TypeScript: types vs interfaces (When to Use Which)

A deep, interview-ready guide to TypeScript types vs interfaces: extension, unions, intersections, declaration merging, and practical patterns for real codebases.

F

Frontend Interview Team

February 08, 2026

~22 min
TypeScript: types vs interfaces (When to Use Which)

Types vs interfaces is one of the most common TypeScript interview questions.

The truth: both can model object shapes. But they differ in a few important ways that matter in real projects.


1) The shared basics

Both can describe object shapes:

type UserType = {
  id: string;
  name: string;
};
 
interface UserInterface {
  id: string;
  name: string;
}

So the interview question is really about the differences.


2) Key difference: declaration merging

Interfaces can merge

interface Config {
  timeout: number;
}
 
interface Config {
  baseUrl: string;
}
 
// Config is now { timeout: number; baseUrl: string }

This is useful for:

  • augmenting library types
  • extending global types

Types cannot merge

If you redeclare a type, it’s an error.


3) Unions and primitives

Types are more flexible

Types can represent unions, primitives, tuples:

type Id = string | number;
type Status = 'idle' | 'loading' | 'success' | 'error';
 
type Point = [number, number];

Interfaces are mainly for object shapes.


4) Extending / composition

Interfaces extend nicely

interface Base {
  id: string;
}
 
interface User extends Base {
  name: string;
}

Types use intersections

type Base = { id: string };
type User = Base & { name: string };

Both are fine. In practice:

  • interfaces read cleaner for object models
  • types are great when you need unions + composition

5) “Prefer interface for public APIs” — why?

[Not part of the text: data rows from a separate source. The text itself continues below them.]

import { useEffect, useRef, useState } from 'react';
import { stepOfRow, type OptimizerKind } from '../../engine';
import { useApp, useLiveRuns } from '../app-context';
import { drawSharpnessChart } from './sharpness-chart';
import { useStudyStore } from './study-context';
import { useWorkerTask } from './use-worker-task';
import { FigureExport, sizeOf } from '../figure/FigureExport';
import { sharpnessFigure } from '../figure/views/study-figures';

/** Most trajectory points sampled for the sharpness curve. */
const MAX_SAMPLES = 300;
const GRADIENT_STEP_KINDS = new Set<OptimizerKind>(['gd', 'momentum', 'nesterov']);

interface Sample {
  runLabel: string;
  steps: Int32Array;
  values: Float64Array;
  limit: { steps: Int32Array; values: Float64Array } | null;
}

/**
 * Sharpness along the selected run: the largest eigenvalue of the exact Hessian (dense up to 200
 * parameters, Lanczos on exact Hessian-vector products above) at up to 300 evenly spaced steps of its
 * trajectory, computed in the study worker, against 2 / lr_t for methods whose learning rate is a
 * gradient step size.
 */
export function SharpnessPanel() {
  const study = useStudyStore();
  const live = useLiveRuns();
  const runs = useApp((s) => s.workspace.runs);
  const selected = useApp((s) => s.selectedRunId);
  const surface = useApp((s) => s.workspace.surface);
  const status = useApp((s) => s.status);
  const run = runs.find((r) => r.id === selected) ?? runs[0];
  const [sample, setSample] = useState<Sample | null>(null);
  const { busy, problem, setProblem, run: runTask } = useWorkerTask();
  const canvas = useRef<HTMLCanvasElement>(null);
  const body = useRef<HTMLElement>(null);
  const info = useApp((s) => s.surfaceInfo);
  const steps = run ? status[run.id]?.summary.steps ?? 0 : 0;

  const measure = async () => {
    if (!run) return;
    const batch = live.trajectory(run.id)?.asBatch();
    if (!batch || batch.count === 0) return setProblem('The run has no trajectory yet: play it first.');
    const n = batch.dimension;
    const count = Math.min(MAX_SAMPLES, batch.count);
    const rows = Int32Array.from({ length: count }, (_, k) => (count === 1 ? 0 : Math.round((k * (batch.count - 1)) / (count - 1))));
    const points = new Float64Array(count * n);
    rows.forEach((row, k) => points.set(batch.points.subarray(row * n, (row + 1) * n), k * n));
    await runTask(async () => {
      const values = await study.sharpness(surface, points, count);
      // 2/lr is the stability line for plain gradient steps (GD and its momentum forms); an adaptive
      // method's learning rate is scaled per coordinate, so the raw Hessian's 2/lr does not apply.
      const stepSize = GRADIENT_STEP_KINDS.has(run.optimizer.kind);
      const stepsOf = Int32Array.from(rows, (row) => stepOfRow(batch, row));
      const limitRows = Array.from(rows).filter((row) => row > 0);
      const limit = stepSize ? { steps: Int32Array.from(limitRows, (row) => stepOfRow(batch, row)), values: Float64Array.from(limitRows, (row) => 2 / batch.learningRate[row]) } : null;
      setSample({ runLabel: run.label, steps: stepsOf, values, limit });
    });
  };

  useEffect(() => {
    const c = canvas.current;
    const ctx = c?.getContext('2d');
    if (!c || !ctx || !sample) return;
    drawSharpnessChart(ctx, { width: c.width, height: c.height }, sample.steps, sample.values, sample.limit);
  }, [sample]);

  const last = sample ? sample.values[sample.values.length - 1] : Number.NaN;
  return (
    <section className="study-panel" aria-label="Sharpness along a run" data-testid="sharpness">
      <h2>Sharpness along a run</h2>
      <p className="study-help">
        The largest eigenvalue of the exact Hessian along {run ? `“${run.label}”` : 'the selected run'} ({steps} steps so far), against 2/learning rate: gradient steps are unstable on the local quadratic model where the curve rises above the dashed line (Cohen et al., ICLR 2021, "edge of stability").
      </p>
      <div className="study-controls">
        <button type="button" onClick={measure} disabled={!run || busy}>{busy ? 'Measuring…' : 'Measure sharpness'}</button>
        <FigureExport name="Sharpness" fileName="fall-line-sharpness" disabled={!sample} screenSize={() => sizeOf(body.current)} figure={() => (sample ? sharpnessFigure({ ...sample, surfaceLabel: info.label }) : null)} />
        {sample && (
          <span data-testid="sharpness-last" data-value={last}>
            at step {sample.steps[sample.steps.length - 1]}: λmax = {String(+last.toPrecision(5))}
            {sample.limit ? `, 2/lr = ${String(+sample.limit.values[sample.limit.values.length - 1].toPrecision(5))}` : ' (no 2/lr line: this method\'s learning rate is not a gradient step size)'}
          </span>
        )}
      </div>
      {problem && <p className="field-error" role="alert">{problem}</p>}
      {sample && (
        <figure className="start-map-figure" style={{ width: 480 }} ref={body}>
          <canvas ref={canvas} width={480} height={240} data-testid="sharpness-chart" aria-label={`Largest Hessian eigenvalue along ${sample.runLabel}`} />
          <figcaption className="start-map-axes">solid: λmax at {sample.steps.length} sampled steps; dashed: 2 / (learning rate at that step)</figcaption>
        </figure>
      )}
    </section>
  );
}
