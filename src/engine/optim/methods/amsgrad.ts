import { scaleByAmsgrad, type AmsgradForm } from '../transforms';
import { firstOrderChain } from './firstOrder';
import { num, str, type MethodDefinition } from './method';
import { beta1Info, beta2Info, epsilonInfo } from './sharedSettings';

/**
 * AMSGrad (Reddi, Kale & Kumar, "On the Convergence of Adam and Beyond", ICLR 2018, Algorithm 2):
 * Adam whose denominator uses the running maximum of the second moment, so no coordinate's effective
 * step grows.
 *   'max-raw-moment' (default; PyTorch Adam(amsgrad=True)): vmax_t = max(vmax_{t-1}, v_t),
 *       x_t = x_{t-1} - lr_t [m_t/(1 - b1^t)] / (sqrt(vmax_t/(1 - b2^t)) + eps);
 *   'max-corrected-moment' (optax.amsgrad): bias-correct first, then the maximum: vmax_t = max(vmax_{t-1}, v_t/(1 - b2^t));
 *   'no-bias-correction' (the paper's Algorithm 2): vmax_t = max(vmax_{t-1}, v_t), x_t = x_{t-1} - lr_t m_t / (sqrt(vmax_t) + eps), no bias
 *       correction; the paper has no eps (set epsilon 0) and analyses lr_t = alpha / sqrt(t)
 *       (inverse-time schedule, decayRate 1, power 0.5).
 * The two bias-corrected forms differ from t = 2 on when the bias-corrected v falls. Defaults as Adam.
 */
export const amsgrad: MethodDefinition = {
  info: {
    kind: 'amsgrad',
    label: 'AMSGrad',
    defaultLearningRate: 0.001,
    hyperparameters: [
      beta1Info(),
      beta2Info(),
      epsilonInfo(1e-8),
      {
        name: 'form',
        label: 'form',
        default: 'max-raw-moment',
        choices: ['max-raw-moment', 'max-corrected-moment', 'no-bias-correction'],
        help: "'max-raw-moment': maximum of the raw second moment, then bias correction; 'max-corrected-moment': maximum of the bias-corrected second moment; 'no-bias-correction': maximum of the raw moment and no bias correction at all (Reddi, Kale & Kumar 2018, Algorithm 2).",
      },
    ],
    usesSchedule: true,
    defaultWeightDecay: 0,
    summary: "Adam with a non-decreasing second-moment estimate, fixing Adam's non-convergence examples.",
    source: 'S. J. Reddi, S. Kale & S. Kumar, "On the Convergence of Adam and Beyond", ICLR 2018.',
  },
  build: (spec) =>
    firstOrderChain('AMSGrad', spec, [scaleByAmsgrad(num(spec, 'beta1'), num(spec, 'beta2'), num(spec, 'epsilon'), str<AmsgradForm>(spec, 'form'))]),
};
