import type { OptimizerKind } from '../spec';
import { adagrad } from './adagrad';
import { adam } from './adam';
import { adamw } from './adamw';
import { amsgrad } from './amsgrad';
import { gd } from './gd';
import { lbfgs } from './lbfgs';
import type { MethodDefinition } from './method';
import { momentum } from './momentum';
import { nadam } from './nadam';
import { nesterov } from './nesterov';
import { newton } from './newton';
import { rmsprop } from './rmsprop';
import { rule } from './rule';

/** Every optimizer kind, in the order the settings panel lists them. */
export const METHODS: readonly MethodDefinition[] = [gd, momentum, nesterov, adagrad, rmsprop, adam, adamw, amsgrad, nadam, lbfgs, newton, rule];

export function methodFor(kind: OptimizerKind): MethodDefinition | undefined {
  return METHODS.find((m) => m.info.kind === kind);
}

export type { MethodDefinition } from './method';
export { wrapFirstOrder, firstOrderChain } from './firstOrder';
export type { LbfgsState } from './lbfgs';
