import { scaleByNadam, type NadamForm } from '../transforms';
import { firstOrderChain } from './firstOrder';
import { num, str, type MethodDefinition } from './method';
import { beta1Info, beta2Info, epsilonInfo } from './sharedSettings';

/**
 * NAdam (T. Dozat, "Incorporating Nesterov Momentum into Adam", ICLR 2016 workshop), PyTorch form:
 *   mu_t = b1 (1 - 0.5 * 0.96^(t psi)),  m_t = b1 m_{t-1} + (1 - b1) g_t,  v_t = b2 v_{t-1} + (1 - b2) g_t^2,
 *   mhat_t = mu_{t+1} m_t / (1 - prod_{i<=t+1} mu_i) + (1 - mu_t) g_t / (1 - prod_{i<=t} mu_i),
 *   x_t = x_{t-1} - lr_t mhat_t / (sqrt(v_t/(1 - b2^t)) + eps).
 * Defaults (PyTorch): lr 0.002, b1 0.9, b2 0.999, eps 1e-8, psi (momentumDecay) 0.004.
 * 'constant-momentum' is Optax's nadam, without the momentum schedule (mu_t = b1 at every step):
 *   mhat_t = b1 m_t / (1 - b1^(t+1)) + (1 - b1) g_t / (1 - b1^t).
 * Keras Nadam uses a 0.96^(0.004 t) schedule too (from memory, not checked). Whether Dozat's EMA uses
 * the scheduled mu_t or the constant b1 is not settled in our reference; PyTorch uses b1.
 */
export const nadam: MethodDefinition = {
  info: {
    kind: 'nadam',
    label: 'NAdam',
    defaultLearningRate: 0.002,
    hyperparameters: [
      beta1Info(),
      beta2Info(),
      epsilonInfo(1e-8),
      {
        name: 'momentumDecay',
        label: 'momentum decay (psi)',
        default: 0.004,
        min: 0,
        help: 'psi in the momentum schedule mu_t = beta1 (1 - 0.5 * 0.96^(t psi)) (rising-momentum form only).',
      },
      {
        name: 'form',
        label: 'form',
        default: 'rising-momentum',
        choices: ['rising-momentum', 'constant-momentum'],
        help: "'rising-momentum': the momentum coefficient rises towards beta1 as mu_t = beta1 (1 - 0.5 * 0.96^(t psi)) (Dozat 2016); 'constant-momentum': mu_t = beta1 at every step.",
      },
    ],
    usesSchedule: true,
    defaultWeightDecay: 0,
    summary: 'Adam with a Nesterov-style look-ahead in the first moment.',
    source: 'T. Dozat, "Incorporating Nesterov Momentum into Adam", ICLR 2016 workshop track.',
  },
  build: (spec) =>
    firstOrderChain('NAdam', spec, [
      scaleByNadam(num(spec, 'beta1'), num(spec, 'beta2'), num(spec, 'epsilon'), num(spec, 'momentumDecay'), str<NadamForm>(spec, 'form')),
    ]),
};
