import { scaleLinear, scaleLog } from 'd3';
import { CHART_MARGIN } from '../chart/loss-chart';
import { beginChart, canvasFont, drawVerticalTitle, formatValue, niceTicks, PLOT_STYLE, strokeChartFrame, type DrawingContext, type PixelSize } from '../plot';

/**
 * Sharpness along a run: the largest Hessian eigenvalue at sampled steps (solid, with dots), and
 * 2 / lr_t, the sharpness above which a gradient step of that size is unstable on the local quadratic
 * (dashed; Cohen et al., ICLR 2021, "Gradient descent on neural networks typically occurs at the edge
 * of stability"). Log vertical axis when every value is positive, linear otherwise.
 */
/** Colours of the sharpness curve and of the 2 / lr line (the figure's key uses the same). */
export const SHARPNESS_STYLE = { sharpness: '#0072b2', limit: '#d55e00' } as const;

export function drawSharpnessChart(ctx: DrawingContext, size: PixelSize, steps: ArrayLike<number>, sharpness: ArrayLike<number>, limit: { steps: ArrayLike<number>; values: ArrayLike<number> } | null): void {
  const { w, h } = beginChart(ctx, size, CHART_MARGIN);
  const all = [...Array.from(sharpness), ...(limit ? Array.from(limit.values) : [])].filter(Number.isFinite);
  const positive = all.length > 0 && all.every((v) => v > 0);
  let lo = Math.min(...all);
  let hi = Math.max(...all);
  if (!all.length) [lo, hi] = [0, 1];
  if (hi <= lo) [lo, hi] = positive ? [lo / 2, hi * 2] : [lo - 1, hi + 1];
  const maxStep = Math.max(1, ...Array.from(steps));
  const x = scaleLinear().domain([0, maxStep]).range([0, w]);
  const y = (positive ? scaleLog() : scaleLinear()).domain([lo, hi]).range([h, 0]).nice();
  ctx.font = canvasFont(PLOT_STYLE.tickFontSize);
  ctx.fillStyle = PLOT_STYLE.textColour;
  ctx.textAlign = 'right';
  ctx.textBaseline = 'middle';
  for (const v of y.ticks(5)) ctx.fillText(formatValue(v), -6, y(v));
  ctx.textAlign = 'center';
  ctx.textBaseline = 'top';
  for (const t of niceTicks([0, maxStep], Math.max(2, w / 90))) if (Number.isInteger(t.value)) ctx.fillText(t.label, x(t.value), h + 6);
  strokeChartFrame(ctx, w, h);
  ctx.fillText('step', w / 2, h + 22);
  drawVerticalTitle(ctx, 'largest Hessian eigenvalue', -CHART_MARGIN.left + 14, h);
  ctx.beginPath();
  ctx.rect(0, 0, w, h);
  ctx.clip();
  if (limit) {
    ctx.setLineDash([6, 4]);
    ctx.beginPath();
    for (let k = 0; k < limit.steps.length; k++) if (Number.isFinite(limit.values[k])) ctx.lineTo(x(limit.steps[k]), y(limit.values[k]));
    ctx.strokeStyle = SHARPNESS_STYLE.limit;
    ctx.lineWidth = 1.5;
    ctx.stroke();
    ctx.setLineDash([]);
  }
  ctx.beginPath();
  for (let k = 0; k < steps.length; k++) if (Number.isFinite(sharpness[k])) ctx.lineTo(x(steps[k]), y(sharpness[k]));
  ctx.strokeStyle = SHARPNESS_STYLE.sharpness;
  ctx.lineWidth = 2;
  ctx.stroke();
  ctx.fillStyle = SHARPNESS_STYLE.sharpness;
  for (let k = 0; k < steps.length; k++) if (Number.isFinite(sharpness[k])) ctx.fillRect(x(steps[k]) - 1.5, y(sharpness[k]) - 1.5, 3, 3);
  ctx.restore();
}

Some teams prefer interface for object models because:

  • better error messages (often)
  • easier to extend
  • supports declaration merging

But it’s not a hard rule.


6) Common real-world patterns

Pattern A: Use interface for data models

interface User {
  id: string;
  email: string;
}

Pattern B: Use types for complex derived types

type ApiResult<T> =
  | { ok: true; data: T }
  | { ok: false; error: string };

7) Interview Q&A

Q: When would you use interface over type?

  • For object shapes that you expect to extend/merge (public APIs, library augmentation).

Q: When would you use type over interface?

  • For unions, primitives, tuples, mapped/conditional types.

Q: Can interfaces do unions?

  • Not directly.

Summary

  • Both work for object shapes.
  • Interface supports declaration merging and reads well for models.
  • Type is more general (unions, primitives, tuples, advanced composition).
  • In real code: interface for models, type for complex/derived types is a solid default.